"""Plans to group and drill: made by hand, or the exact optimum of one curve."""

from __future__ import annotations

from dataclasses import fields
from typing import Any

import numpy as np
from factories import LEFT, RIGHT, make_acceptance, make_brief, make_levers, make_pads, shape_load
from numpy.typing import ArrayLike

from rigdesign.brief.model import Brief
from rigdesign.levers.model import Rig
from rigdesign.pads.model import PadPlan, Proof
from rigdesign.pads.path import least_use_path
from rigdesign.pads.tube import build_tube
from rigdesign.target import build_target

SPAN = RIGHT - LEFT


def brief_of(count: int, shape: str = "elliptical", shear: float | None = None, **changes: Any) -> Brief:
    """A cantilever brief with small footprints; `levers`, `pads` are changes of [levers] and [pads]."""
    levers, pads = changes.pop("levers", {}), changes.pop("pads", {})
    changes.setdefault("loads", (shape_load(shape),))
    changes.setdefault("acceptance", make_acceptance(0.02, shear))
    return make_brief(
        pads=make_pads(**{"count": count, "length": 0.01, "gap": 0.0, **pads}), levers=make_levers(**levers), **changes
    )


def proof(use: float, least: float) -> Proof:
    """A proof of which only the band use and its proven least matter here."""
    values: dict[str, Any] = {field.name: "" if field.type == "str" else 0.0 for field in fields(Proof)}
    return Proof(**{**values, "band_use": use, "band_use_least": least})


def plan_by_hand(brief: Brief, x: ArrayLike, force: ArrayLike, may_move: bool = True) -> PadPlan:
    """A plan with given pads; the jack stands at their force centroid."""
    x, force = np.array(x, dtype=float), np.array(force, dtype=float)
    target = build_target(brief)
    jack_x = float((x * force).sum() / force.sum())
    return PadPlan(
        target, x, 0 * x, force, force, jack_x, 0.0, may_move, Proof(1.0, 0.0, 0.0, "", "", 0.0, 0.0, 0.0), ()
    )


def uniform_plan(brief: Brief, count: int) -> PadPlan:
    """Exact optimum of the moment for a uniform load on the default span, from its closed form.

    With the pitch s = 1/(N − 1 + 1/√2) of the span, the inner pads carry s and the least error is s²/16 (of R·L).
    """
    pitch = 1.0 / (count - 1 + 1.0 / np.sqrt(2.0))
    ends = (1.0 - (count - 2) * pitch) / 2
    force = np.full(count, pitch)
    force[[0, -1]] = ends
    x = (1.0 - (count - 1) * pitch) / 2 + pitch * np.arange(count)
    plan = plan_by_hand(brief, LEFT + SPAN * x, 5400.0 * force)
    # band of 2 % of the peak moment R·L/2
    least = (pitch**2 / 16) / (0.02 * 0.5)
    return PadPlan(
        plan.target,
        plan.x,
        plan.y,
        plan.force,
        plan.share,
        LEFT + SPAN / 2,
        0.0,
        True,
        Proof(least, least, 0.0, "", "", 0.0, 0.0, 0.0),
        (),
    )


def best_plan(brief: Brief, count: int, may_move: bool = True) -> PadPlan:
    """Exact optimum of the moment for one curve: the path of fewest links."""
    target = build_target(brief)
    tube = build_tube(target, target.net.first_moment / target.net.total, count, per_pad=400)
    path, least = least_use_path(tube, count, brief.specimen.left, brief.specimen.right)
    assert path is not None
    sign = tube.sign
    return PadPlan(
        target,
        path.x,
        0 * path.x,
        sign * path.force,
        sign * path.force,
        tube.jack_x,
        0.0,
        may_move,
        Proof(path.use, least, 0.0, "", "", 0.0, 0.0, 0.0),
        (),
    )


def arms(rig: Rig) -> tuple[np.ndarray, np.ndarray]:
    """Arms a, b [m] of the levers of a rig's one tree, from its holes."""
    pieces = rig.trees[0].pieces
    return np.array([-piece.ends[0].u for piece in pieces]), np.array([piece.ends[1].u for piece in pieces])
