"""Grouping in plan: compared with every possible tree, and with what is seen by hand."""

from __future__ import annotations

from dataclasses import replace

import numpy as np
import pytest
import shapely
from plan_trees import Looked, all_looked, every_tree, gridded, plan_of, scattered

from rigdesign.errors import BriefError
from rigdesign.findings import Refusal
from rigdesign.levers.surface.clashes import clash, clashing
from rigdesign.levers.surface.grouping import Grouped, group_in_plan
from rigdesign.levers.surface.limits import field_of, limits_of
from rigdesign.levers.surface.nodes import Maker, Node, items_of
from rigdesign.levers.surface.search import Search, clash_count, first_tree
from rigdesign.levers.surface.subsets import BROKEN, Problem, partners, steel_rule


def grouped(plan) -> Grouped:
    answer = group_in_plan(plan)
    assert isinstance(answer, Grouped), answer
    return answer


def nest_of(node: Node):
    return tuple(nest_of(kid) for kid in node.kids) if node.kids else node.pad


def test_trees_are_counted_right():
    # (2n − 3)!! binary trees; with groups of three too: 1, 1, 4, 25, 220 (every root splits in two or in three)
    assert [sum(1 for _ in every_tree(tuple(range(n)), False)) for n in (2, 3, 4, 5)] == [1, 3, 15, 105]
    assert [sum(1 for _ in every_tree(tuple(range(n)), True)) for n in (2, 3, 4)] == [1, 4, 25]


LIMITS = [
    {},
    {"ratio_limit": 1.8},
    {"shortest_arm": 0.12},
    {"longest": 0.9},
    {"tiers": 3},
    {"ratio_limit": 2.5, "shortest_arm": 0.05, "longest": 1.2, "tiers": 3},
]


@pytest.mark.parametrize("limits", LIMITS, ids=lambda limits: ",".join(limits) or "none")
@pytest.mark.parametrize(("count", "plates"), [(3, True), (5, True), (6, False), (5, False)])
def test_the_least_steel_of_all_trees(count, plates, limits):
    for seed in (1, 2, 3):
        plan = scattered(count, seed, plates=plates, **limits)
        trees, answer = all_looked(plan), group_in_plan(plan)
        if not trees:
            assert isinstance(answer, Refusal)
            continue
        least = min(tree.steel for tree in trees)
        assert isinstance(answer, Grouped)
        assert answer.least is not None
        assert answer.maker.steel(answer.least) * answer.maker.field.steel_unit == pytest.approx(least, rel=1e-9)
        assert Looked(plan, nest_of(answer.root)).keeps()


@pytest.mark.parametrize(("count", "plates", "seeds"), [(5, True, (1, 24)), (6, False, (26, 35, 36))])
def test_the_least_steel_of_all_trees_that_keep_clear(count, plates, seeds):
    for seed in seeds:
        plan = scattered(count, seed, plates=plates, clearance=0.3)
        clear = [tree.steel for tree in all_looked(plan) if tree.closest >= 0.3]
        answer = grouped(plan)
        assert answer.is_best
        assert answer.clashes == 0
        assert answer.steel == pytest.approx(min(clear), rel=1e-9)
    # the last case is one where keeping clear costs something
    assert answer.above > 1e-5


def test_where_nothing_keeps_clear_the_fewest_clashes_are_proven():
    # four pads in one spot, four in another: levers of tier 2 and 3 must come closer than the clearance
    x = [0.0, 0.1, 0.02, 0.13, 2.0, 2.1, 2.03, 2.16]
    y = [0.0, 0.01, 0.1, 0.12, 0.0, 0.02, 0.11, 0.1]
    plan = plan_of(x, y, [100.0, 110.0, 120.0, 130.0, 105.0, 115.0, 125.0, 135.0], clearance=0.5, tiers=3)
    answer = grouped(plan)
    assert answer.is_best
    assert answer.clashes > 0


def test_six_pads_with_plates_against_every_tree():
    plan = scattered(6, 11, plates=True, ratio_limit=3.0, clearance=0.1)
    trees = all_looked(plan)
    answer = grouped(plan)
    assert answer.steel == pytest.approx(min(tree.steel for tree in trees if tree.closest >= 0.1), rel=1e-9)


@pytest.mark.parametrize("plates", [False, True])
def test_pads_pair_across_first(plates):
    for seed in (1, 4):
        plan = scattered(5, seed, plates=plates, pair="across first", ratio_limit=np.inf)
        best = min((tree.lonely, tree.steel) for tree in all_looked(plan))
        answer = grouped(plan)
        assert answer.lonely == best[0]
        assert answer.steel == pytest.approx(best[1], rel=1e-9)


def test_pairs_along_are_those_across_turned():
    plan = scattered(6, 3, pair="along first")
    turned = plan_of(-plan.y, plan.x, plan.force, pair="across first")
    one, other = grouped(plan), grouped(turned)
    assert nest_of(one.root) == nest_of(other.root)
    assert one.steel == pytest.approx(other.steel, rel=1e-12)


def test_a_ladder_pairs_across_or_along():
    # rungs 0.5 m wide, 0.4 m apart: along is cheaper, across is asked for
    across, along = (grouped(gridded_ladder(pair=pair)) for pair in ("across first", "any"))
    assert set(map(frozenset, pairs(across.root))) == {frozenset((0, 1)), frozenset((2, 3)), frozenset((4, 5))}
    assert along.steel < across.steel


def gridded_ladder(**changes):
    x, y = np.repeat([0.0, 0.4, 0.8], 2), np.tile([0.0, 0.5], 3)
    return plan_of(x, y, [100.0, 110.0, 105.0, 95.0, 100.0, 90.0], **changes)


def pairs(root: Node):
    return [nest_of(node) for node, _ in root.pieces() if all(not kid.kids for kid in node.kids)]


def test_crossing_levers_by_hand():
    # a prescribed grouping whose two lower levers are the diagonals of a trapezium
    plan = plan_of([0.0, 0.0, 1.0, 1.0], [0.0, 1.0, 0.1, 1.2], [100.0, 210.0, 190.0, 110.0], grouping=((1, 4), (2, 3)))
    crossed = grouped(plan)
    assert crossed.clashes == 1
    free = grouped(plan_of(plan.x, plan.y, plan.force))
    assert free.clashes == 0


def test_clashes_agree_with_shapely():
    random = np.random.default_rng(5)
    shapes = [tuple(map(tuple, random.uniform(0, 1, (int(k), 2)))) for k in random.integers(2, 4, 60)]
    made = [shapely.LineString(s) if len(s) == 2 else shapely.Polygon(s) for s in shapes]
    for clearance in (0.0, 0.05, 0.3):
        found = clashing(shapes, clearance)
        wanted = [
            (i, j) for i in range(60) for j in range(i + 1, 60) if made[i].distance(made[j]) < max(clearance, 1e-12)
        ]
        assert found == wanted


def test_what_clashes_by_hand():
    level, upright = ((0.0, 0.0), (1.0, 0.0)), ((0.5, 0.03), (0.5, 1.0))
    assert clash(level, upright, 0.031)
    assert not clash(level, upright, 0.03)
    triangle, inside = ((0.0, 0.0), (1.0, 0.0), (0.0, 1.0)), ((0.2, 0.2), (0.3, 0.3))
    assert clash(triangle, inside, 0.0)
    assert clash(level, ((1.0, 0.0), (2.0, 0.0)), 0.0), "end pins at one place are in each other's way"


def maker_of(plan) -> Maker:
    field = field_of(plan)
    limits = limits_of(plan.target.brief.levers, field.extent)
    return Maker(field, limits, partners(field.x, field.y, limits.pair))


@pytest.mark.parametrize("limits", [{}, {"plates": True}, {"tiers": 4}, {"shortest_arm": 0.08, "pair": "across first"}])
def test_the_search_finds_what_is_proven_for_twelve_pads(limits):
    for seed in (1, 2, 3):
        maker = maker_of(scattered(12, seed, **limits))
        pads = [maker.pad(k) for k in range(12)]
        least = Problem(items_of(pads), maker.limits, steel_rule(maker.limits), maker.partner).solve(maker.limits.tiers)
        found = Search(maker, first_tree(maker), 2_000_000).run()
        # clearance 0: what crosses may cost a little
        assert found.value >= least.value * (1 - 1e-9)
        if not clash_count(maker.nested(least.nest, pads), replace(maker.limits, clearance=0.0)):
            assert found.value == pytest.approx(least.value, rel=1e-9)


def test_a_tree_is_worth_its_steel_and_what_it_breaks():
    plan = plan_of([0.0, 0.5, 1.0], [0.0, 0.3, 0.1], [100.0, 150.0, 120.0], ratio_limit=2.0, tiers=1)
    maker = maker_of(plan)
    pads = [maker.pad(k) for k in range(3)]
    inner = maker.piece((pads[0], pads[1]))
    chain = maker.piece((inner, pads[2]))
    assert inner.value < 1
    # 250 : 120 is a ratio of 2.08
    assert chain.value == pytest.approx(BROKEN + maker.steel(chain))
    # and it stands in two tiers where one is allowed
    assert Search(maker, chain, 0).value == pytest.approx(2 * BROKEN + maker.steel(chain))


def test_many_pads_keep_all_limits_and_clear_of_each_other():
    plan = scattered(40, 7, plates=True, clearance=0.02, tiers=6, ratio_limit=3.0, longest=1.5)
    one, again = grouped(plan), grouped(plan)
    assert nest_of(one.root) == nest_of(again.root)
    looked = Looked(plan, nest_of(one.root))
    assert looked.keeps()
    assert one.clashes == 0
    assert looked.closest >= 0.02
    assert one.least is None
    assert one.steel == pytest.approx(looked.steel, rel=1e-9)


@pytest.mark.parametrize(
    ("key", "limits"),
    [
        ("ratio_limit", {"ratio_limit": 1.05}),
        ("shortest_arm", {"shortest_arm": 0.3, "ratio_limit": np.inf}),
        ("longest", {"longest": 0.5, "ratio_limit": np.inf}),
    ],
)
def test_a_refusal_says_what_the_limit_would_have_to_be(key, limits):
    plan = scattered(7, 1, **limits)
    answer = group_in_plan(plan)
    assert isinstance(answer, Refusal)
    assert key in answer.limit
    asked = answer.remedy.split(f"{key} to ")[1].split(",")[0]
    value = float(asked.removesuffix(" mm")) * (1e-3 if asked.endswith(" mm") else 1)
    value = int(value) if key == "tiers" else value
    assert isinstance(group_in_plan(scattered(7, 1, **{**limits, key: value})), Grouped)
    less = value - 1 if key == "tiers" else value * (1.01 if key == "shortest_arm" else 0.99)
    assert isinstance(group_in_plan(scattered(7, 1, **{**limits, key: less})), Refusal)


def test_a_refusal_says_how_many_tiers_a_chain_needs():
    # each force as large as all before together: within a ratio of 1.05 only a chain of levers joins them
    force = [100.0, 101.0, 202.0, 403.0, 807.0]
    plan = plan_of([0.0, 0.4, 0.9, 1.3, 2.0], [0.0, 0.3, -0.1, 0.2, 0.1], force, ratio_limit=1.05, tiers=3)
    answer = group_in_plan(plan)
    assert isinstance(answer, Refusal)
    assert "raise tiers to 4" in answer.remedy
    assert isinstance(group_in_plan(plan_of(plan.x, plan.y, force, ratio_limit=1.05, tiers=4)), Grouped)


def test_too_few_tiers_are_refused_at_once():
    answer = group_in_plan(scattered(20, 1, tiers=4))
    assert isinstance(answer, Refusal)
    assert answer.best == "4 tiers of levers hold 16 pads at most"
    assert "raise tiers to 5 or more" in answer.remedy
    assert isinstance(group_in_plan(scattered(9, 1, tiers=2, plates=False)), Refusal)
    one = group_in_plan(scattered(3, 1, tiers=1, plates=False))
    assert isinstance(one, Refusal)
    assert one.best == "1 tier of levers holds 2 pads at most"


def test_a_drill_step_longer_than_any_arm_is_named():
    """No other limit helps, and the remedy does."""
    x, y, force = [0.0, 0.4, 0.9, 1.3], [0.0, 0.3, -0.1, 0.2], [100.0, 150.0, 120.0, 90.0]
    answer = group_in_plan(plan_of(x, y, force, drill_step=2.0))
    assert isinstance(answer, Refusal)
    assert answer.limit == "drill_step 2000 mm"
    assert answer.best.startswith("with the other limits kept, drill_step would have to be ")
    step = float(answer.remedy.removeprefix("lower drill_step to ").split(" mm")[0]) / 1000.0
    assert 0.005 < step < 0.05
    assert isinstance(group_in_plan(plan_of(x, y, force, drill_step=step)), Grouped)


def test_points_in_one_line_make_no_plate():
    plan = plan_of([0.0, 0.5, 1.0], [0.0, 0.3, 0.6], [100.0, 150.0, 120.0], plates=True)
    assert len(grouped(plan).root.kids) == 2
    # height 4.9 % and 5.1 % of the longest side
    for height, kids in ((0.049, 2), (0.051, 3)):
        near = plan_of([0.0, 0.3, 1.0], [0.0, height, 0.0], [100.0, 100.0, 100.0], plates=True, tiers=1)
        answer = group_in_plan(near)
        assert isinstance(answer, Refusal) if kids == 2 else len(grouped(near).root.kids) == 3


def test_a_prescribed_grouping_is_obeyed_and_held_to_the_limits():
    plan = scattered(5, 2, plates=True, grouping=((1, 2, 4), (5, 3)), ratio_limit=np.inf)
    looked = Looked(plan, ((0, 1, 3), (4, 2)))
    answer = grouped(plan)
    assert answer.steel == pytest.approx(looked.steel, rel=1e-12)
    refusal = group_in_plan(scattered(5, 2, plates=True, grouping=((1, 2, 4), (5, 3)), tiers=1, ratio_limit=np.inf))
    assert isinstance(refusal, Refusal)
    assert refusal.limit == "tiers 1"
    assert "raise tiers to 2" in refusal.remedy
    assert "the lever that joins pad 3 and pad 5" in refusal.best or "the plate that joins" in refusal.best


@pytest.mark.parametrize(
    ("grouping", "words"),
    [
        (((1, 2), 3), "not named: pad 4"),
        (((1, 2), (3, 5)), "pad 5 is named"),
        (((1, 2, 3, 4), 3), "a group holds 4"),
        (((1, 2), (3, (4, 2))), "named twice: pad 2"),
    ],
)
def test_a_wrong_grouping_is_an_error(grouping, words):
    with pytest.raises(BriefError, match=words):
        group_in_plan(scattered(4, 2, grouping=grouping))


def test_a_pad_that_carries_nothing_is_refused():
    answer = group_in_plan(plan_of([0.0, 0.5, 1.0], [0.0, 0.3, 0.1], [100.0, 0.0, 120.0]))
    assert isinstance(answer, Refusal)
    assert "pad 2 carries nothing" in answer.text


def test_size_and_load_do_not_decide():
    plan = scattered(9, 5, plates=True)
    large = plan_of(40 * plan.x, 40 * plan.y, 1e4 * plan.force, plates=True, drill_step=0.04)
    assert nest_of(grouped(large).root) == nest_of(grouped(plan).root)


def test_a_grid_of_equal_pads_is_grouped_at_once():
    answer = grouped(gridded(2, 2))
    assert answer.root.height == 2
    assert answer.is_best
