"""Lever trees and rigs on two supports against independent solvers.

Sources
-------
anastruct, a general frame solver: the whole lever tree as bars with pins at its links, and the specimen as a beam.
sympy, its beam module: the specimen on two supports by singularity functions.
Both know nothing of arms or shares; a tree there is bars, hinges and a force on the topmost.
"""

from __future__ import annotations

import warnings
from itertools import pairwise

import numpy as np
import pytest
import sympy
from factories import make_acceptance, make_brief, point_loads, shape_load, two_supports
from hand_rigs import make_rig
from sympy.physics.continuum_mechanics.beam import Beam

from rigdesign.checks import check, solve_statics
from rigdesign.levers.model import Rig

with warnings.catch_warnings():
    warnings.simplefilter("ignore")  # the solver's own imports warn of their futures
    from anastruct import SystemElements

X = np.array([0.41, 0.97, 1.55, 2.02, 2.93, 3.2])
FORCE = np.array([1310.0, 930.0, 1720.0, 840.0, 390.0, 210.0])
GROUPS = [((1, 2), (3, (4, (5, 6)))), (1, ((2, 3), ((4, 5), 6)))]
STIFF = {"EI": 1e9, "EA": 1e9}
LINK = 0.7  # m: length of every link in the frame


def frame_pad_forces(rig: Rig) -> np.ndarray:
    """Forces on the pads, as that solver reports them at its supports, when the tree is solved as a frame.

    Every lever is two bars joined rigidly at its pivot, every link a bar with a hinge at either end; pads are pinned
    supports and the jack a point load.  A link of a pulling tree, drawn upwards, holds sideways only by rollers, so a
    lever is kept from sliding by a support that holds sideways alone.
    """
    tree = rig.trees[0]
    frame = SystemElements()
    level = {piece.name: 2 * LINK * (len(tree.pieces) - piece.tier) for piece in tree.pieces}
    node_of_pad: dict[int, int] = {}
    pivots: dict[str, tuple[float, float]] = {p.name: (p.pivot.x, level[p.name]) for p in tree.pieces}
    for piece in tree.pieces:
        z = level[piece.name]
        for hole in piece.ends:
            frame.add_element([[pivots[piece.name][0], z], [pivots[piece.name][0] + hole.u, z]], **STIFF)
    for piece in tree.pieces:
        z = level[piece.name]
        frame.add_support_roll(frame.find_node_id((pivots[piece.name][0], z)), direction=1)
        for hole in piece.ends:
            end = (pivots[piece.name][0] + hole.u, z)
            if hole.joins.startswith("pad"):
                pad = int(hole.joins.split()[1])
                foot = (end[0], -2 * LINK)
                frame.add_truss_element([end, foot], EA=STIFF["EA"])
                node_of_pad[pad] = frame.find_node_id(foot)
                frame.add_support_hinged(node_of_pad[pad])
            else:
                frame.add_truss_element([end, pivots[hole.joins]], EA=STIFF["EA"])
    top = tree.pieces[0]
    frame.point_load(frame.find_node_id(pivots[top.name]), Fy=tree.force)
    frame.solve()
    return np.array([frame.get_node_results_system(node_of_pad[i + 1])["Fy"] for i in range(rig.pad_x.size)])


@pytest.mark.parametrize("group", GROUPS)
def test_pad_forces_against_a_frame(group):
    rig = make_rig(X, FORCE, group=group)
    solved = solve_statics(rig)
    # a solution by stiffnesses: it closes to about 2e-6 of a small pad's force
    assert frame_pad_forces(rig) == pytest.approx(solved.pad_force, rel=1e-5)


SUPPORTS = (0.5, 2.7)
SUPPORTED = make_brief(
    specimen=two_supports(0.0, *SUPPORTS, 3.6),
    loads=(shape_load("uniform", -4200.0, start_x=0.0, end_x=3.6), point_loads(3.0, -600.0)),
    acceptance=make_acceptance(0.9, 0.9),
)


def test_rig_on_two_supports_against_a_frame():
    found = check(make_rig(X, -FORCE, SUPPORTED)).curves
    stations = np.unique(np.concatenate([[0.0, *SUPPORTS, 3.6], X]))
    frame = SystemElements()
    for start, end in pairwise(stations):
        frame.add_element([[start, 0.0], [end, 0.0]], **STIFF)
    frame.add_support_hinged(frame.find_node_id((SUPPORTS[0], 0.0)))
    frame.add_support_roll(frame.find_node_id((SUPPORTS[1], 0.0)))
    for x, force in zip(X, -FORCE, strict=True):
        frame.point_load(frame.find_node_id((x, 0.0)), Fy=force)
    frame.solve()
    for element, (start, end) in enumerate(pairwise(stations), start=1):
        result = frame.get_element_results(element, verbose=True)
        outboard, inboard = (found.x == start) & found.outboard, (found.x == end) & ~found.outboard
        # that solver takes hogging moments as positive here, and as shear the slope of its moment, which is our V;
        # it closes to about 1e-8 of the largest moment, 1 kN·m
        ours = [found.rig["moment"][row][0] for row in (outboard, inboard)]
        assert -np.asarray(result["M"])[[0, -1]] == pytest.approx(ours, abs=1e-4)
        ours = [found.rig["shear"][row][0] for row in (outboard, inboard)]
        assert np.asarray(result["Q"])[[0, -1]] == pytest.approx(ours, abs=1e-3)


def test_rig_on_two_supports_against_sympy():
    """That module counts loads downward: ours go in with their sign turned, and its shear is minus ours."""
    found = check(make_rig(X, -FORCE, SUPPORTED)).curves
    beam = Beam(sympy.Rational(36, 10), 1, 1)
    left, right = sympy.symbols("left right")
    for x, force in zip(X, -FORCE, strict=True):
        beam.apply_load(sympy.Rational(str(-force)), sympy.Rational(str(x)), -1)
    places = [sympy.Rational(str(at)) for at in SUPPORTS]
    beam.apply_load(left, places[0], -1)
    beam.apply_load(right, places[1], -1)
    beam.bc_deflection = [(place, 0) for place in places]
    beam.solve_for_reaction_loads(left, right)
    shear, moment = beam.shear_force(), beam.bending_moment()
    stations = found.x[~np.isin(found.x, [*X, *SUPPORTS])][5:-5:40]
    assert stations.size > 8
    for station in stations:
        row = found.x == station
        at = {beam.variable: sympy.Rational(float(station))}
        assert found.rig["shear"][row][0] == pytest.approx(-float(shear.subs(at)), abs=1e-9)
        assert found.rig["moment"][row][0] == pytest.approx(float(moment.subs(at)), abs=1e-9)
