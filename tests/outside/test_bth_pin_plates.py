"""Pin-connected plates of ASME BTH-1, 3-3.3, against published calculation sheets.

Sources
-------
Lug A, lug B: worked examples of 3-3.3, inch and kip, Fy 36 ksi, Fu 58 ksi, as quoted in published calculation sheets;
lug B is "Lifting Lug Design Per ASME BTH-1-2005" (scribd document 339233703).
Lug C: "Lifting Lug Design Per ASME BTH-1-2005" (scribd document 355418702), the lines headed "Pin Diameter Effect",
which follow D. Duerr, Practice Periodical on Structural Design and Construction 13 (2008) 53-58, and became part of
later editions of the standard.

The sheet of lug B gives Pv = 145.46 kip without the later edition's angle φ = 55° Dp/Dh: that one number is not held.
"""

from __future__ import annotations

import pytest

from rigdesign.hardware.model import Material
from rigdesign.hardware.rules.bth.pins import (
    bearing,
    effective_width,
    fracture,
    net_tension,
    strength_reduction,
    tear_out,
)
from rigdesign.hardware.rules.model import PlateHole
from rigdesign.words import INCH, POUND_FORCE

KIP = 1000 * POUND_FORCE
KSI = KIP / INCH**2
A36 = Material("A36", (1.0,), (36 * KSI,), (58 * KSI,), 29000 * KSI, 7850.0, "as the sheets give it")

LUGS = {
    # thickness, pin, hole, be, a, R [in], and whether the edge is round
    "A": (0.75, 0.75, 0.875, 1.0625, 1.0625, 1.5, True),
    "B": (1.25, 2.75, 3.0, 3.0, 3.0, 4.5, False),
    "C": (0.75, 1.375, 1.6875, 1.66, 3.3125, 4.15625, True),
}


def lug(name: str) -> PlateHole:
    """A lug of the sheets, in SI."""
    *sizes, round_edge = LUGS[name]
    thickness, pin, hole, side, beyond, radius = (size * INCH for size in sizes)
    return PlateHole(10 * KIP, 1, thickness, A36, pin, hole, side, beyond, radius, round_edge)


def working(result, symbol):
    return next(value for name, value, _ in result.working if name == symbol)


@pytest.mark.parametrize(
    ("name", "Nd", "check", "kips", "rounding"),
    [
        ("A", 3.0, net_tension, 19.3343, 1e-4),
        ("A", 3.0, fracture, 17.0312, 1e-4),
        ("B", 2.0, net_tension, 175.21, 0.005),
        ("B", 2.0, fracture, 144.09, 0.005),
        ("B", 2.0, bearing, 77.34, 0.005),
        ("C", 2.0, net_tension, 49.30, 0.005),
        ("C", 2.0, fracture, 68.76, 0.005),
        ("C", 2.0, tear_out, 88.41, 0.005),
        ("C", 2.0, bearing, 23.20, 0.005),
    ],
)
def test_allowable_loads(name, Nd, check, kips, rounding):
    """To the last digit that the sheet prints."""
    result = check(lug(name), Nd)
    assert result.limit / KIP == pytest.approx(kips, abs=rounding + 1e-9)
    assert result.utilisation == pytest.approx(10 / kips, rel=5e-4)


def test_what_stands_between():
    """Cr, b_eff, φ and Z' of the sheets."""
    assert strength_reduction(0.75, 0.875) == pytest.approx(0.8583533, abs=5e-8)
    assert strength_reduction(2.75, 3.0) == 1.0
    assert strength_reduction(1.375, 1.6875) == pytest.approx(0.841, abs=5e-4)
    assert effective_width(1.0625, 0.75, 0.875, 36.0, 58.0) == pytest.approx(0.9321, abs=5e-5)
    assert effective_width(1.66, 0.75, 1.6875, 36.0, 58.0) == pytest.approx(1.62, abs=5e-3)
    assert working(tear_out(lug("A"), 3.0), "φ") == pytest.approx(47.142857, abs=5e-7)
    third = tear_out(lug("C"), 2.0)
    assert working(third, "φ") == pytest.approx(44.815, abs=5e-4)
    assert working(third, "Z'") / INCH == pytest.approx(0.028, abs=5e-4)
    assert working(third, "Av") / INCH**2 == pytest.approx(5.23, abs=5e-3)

☆ ☆ ☆ ☆

Quote exactly the stretch of lines above that starts at the first one and ends at the line with "cantilever brief with", and nothing beyond it.

* [Answer box]
"""Plans to group and drill: made by hand, or the exact optimum of one curve."""

from __future__ import annotations

from dataclasses import fields
from typing import Any

import numpy as np
from factories import LEFT, RIGHT, make_acceptance, make_brief, make_levers, make_pads, shape_load
from numpy.typing import ArrayLike

from rigdesign.brief.model import Brief
from rigdesign.levers.model import Rig
from rigdesign.pads.model import PadPlan, Proof
from rigdesign.pads.path import least_use_path
from rigdesign.pads.tube import build_tube
from rigdesign.target import build_target

SPAN = RIGHT - LEFT


def brief_of(count: int, shape: str = "elliptical", shear: float | None = None, **changes: Any) -> Brief:
    """A cantilever brief with small footprints; `levers`, `pads` are changes of [levers] and [pads]."""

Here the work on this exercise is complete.